Campus is a 2004 Tamil language teen film directed by Sharvi, who had previously directed the Malayalam film Gaandhiyan (1999). The film stars newcomers Sajith Raj, Nitesh, Divya Dwivedi and Sheetal Shah, with Sukanya, Anandaraj, Rajan P. Dev, Devan, Manobala, Babu Antony and Vijayan playing supporting roles. The film, produced by Peeran and Ariff, was released on 27 February 2004.

==Plot==

The storyline revolves around the campus of Model Arts College who had a good reputation in the past. Now, mob violence, eve teasing, vandalism and scantily dressed girls are the norm in the campus as inter-gang rivalry finds expression. Sathya and Rockey are the college leaders who hate each other.

The college administrator R. K. Devaraj and the corrupt minister Sathyaseelan are planning to demolish the college. Sathyaseelan wants to build a powerhouse at that place and makes a profit, but the students have a different opinion and want to save the college. The professor Priya, with a couple of good students, tries to bring back a good reputation to the college. The college student Sheetal has even beaten a college record in an inter-college sports competition. The reputation of the college then has gradually changed, even Sajith Raj and Nitesh have become friends.
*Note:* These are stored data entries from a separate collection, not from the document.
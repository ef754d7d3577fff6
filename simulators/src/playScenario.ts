/**
 * Plays a scenario: advances the hidden truth in event time under the scripted weather and the
 * chosen measure log, and has each device publish its packs at its interval over its own MQTT
 * connection, paced so event time runs `speed` times faster than the wall clock.
 */
import { curingMeasuresActiveAt, type CuringMeasure } from '../../server/src/physics/index.ts';
import { createEngineTruth } from './engineTruth.ts';
import type { HiddenTruth, TruthWeather } from './hiddenTruth.ts';
import { connectDevice } from './mqttDevice.ts';
import type { DeviceConnection } from './mqttDevice.ts';

/** A device's login on a broker with authentication. */
export interface DeviceCredentials {
  username?: string;
  password?: string;
}
import { checkSpeed, realClock } from './playClock.ts';
import type { PlayClock } from './playClock.ts';
import { ProbeStringSimulator } from './probeString.ts';
import { utcOffsetMin } from './scenarioSchema.ts';
import type { Scenario, ScenarioMeasure, ScenarioWeather } from './scenarioSchema.ts';
import type { SenmlRecord } from './senmlPack.ts';
import { WeatherStationSimulator } from './weatherStation.ts';
import { scriptedWeatherAt } from './weatherScript.ts';

export interface PlayOptions {
  scenario: Scenario;
  /** Site id of the run (run.json `site`): the topics' second level. */
  site: string;
  /** Broker URL. */
  url: string;
  /** Event time per wall time, 1 to 120. */
  speed: number;
  /** Name of the measure log to play: the scenario's default. */
  measureLog?: string;
  /** The hidden truth: the engine truth by default. */
  truth?: HiddenTruth;
  /** Wall clock: the real one by default (tests pass a virtual clock). */
  clock?: PlayClock;
  /** Stops the play early (devices disconnect cleanly). */
  signal?: AbortSignal;
  /** Play only this many hours of event time (the scenario's durationH by default). */
  durationH?: number;
  /** Credentials of a device on a broker with authentication (username, password); none by default. */
  credentialsFor?: (device: string) => DeviceCredentials;
  /** Called once when a measure of the log starts, in event time (e.g. to log it on the server). */
  onMeasureStart?: (measure: ScenarioMeasure) => void | Promise<void>;
  /** Called after each round of packs with the event time reached. */
  onProgress?: (eventTimeMs: number, truth: HiddenTruth) => void | Promise<void>;
}

export interface PlayResult {
  packsSent: number;
  packsDropped: number;
  packsSilenced: number;
  /** Event time reached, ms. */
  endedAtMs: number;
  truthKind: HiddenTruth['kind'];
}

/** A scenario measure as the physics library's measure type. */
export function toCuringMeasure(measure: ScenarioMeasure): CuringMeasure {
  return {
    kind: measure.kind,
    startMs: Date.parse(measure.startAt),
    ...(measure.endAt === undefined ? {} : { endMs: Date.parse(measure.endAt) }),
    ...(measure.efficiency === undefined ? {} : { efficiency: measure.efficiency }),
    ...(measure.relativeHumidity === undefined
      ? {}
      : { relativeHumidity: measure.relativeHumidity }),
    ...(measure.windFactor === undefined ? {} : { windFactor: measure.windFactor }),
  };
}

/**
 * The weather the hidden truth is exposed to at `timeMs`: the scripted mean weather
 * ({@link scriptedWeatherAt}, no sensor noise or gusts) with the wind given at the mast's height.
 *
 * @param weather - the scenario's weather block
 * @param timeMs - event time, ms since the Unix epoch
 * @param utcOffsetMin - local offset from UTC of the scenario, min
 */
export function truthWeatherAt(
  weather: ScenarioWeather,
  timeMs: number,
  utcOffsetMin: number,
): TruthWeather {
  const scripted = scriptedWeatherAt(weather, timeMs, utcOffsetMin);
  return {
    airTemperatureC: scripted.airTemperatureC,
    relativeHumidityPercent: scripted.relativeHumidityPercent,
    windAtMastMS: scripted.windMS,
    mastHeightM: weather.mastHeightM,
    solarWm2: scripted.solarWm2,
    rainMmH: scripted.rainMmH,
  };
}

/** Every probe depth of a scenario, mm, ascending and unique. */
export function probeDepthsMm(scenario: Scenario): number[] {
  const depths = scenario.probeStrings.flatMap((probe) => probe.sensors.map((s) => s.depthMm));
  return [...new Set(depths)].sort((a, b) => a - b);
}

/** Plays the scenario to its end (or the signal); resolves when every device has disconnected. */
export async function playScenario(options: PlayOptions): Promise<PlayResult> {
  const speed = checkSpeed(options.speed);
  const { scenario } = options;
  const clock = options.clock ?? realClock;
  const logName = options.measureLog ?? scenario.defaultMeasureLog;
  const log = scenario.measureLogs[logName];
  if (log === undefined) {
    throw new RangeError(
      `measure log must be one of ${Object.keys(scenario.measureLogs).join(', ')}: got ${JSON.stringify(logName)}`,
    );
  }
  const measures = log.map(toCuringMeasure);
  const truth = options.truth ?? createEngineTruth(scenario.truth, probeDepthsMm(scenario));
  const offsetMin = utcOffsetMin(scenario.startAt);
  const startMs = Date.parse(scenario.startAt);
  const placedMs = Date.parse(scenario.truth.placedAt);
  const endMs = startMs + (options.durationH ?? scenario.durationH) * 3_600_000;
  const station = new WeatherStationSimulator(scenario.weather, scenario.seed);
  const probes = scenario.probeStrings.map(
    (spec) => new ProbeStringSimulator(spec, scenario.seed, startMs, scenario.faults),
  );
  const connections = new Map<string, DeviceConnection>();
  for (const device of [station.device, ...probes.map((probe) => probe.device)]) {
    connections.set(
      device,
      await connectDevice({
        url: options.url,
        site: options.site,
        device,
        ...(options.credentialsFor?.(device) ?? {}),
      }),
    );
  }
  // Probes report from placement (they are cast in); the station from the start.
  const firstProbeMs = Math.max(startMs, placedMs);
  const due = new Map<string, number>([[station.device, startMs]]);
  for (const probe of probes) due.set(probe.device, firstProbeMs);
  const started = new Set<ScenarioMeasure>();
  const result: PlayResult = {
    packsSent: 0,
    packsDropped: 0,
    packsSilenced: 0,
    endedAtMs: startMs,
    truthKind: truth.kind,
  };
  const aborted = (): boolean => options.signal?.aborted === true;
  const wallStart = clock.now();
  try {
    for (;;) {
      const nextMs = Math.min(...due.values());
      if (nextMs > endMs || aborted()) break;
      await clock.sleep(wallStart + (nextMs - startMs) / speed - clock.now());
      if (aborted()) break;
      while (truth.timeMs < nextMs && nextMs > placedMs) {
        const stepEndMs = Math.min(nextMs, truth.timeMs + scenario.truth.stepS * 1000);
        truth.advanceTo(
          stepEndMs,
          truthWeatherAt(scenario.weather, truth.timeMs, offsetMin),
          curingMeasuresActiveAt(measures, truth.timeMs),
        );
      }
      for (const measure of log) {
        if (!started.has(measure) && Date.parse(measure.startAt) <= nextMs) {
          started.add(measure);
          await options.onMeasureStart?.(measure);
        }
      }
      const sends: Promise<void>[] = [];
      const send = (device: string, pack: SenmlRecord[]) => {
        const connection = connections.get(device);
        if (connection !== undefined) sends.push(connection.publish(pack));
        result.packsSent += 1;
      };
      if (due.get(station.device) === nextMs) {
        send(
          station.device,
          station.sample(nextMs, scriptedWeatherAt(scenario.weather, nextMs, offsetMin)),
        );
        due.set(station.device, nextMs + station.intervalS * 1000);
      }
      for (const probe of probes) {
        if (due.get(probe.device) !== nextMs) continue;
        const sample = probe.sample(nextMs, truth);
        if ('pack' in sample) send(probe.device, sample.pack);
        else if (sample.skipped === 'dropout') result.packsDropped += 1;
        else result.packsSilenced += 1;
        due.set(probe.device, nextMs + probe.intervalS * 1000);
      }
      await Promise.all(sends);
      result.endedAtMs = nextMs;
      await options.onProgress?.(nextMs, truth);
    }
  } finally {
    await Promise.allSettled([...connections.values()].map((connection) => connection.close()));
  }
  return result;
}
Thereafter, Sathyaseelan sends the police and the goons to kick out the students from the college. What transpires next forms the rest of the story.

==Production==
The college scenes were shot at Church Park School.

==Soundtrack==

The film score and the soundtrack were composed by Rajneesh. The soundtrack, released in 13 February 2004, features 6 tracks with lyrics written by P. Vijay, Snehan, Kalaikumar and Viveka. Two songs were shot in Seoul.

| Track | Song | Singer(s) | Duration |
|---|---|---|---|
| 1 | "Cola Cola" | Yugendran, Srilekha Parthasarathy | 5:03 |
| 2 | "Kunguma Poove" | Yugendran | 5:17 |
| 3 | "Ini Oru Vidhi" | Tippu, Timmy | 3:50 |
| 4 | "Orange Poove" | Karthik, Mathangi Jagdish | 5:55 |
| 5 | "Ahimsaidhaan" | Tippu | 3:52 |
| 6 | "Thodaa Thodaa" | Tippu | 5:05 |

==Reception==
Sify said, "The film directed by Sharvi is a fluffy entertainer with routine song ‘n’ dance sequences with a wafer-thin plot that is predictable and targeted at the youth". Malini Mannath of Chennai Online opined that "It's Sharvi's (he's directed some Malayalam films) debut film in Tamil, and he would have done better to concentrate on his script, focusing on what exactly he wanted to convey".

Sajith Raj later signed on to play the lead role in Kalakkal, but the film eventually did not release.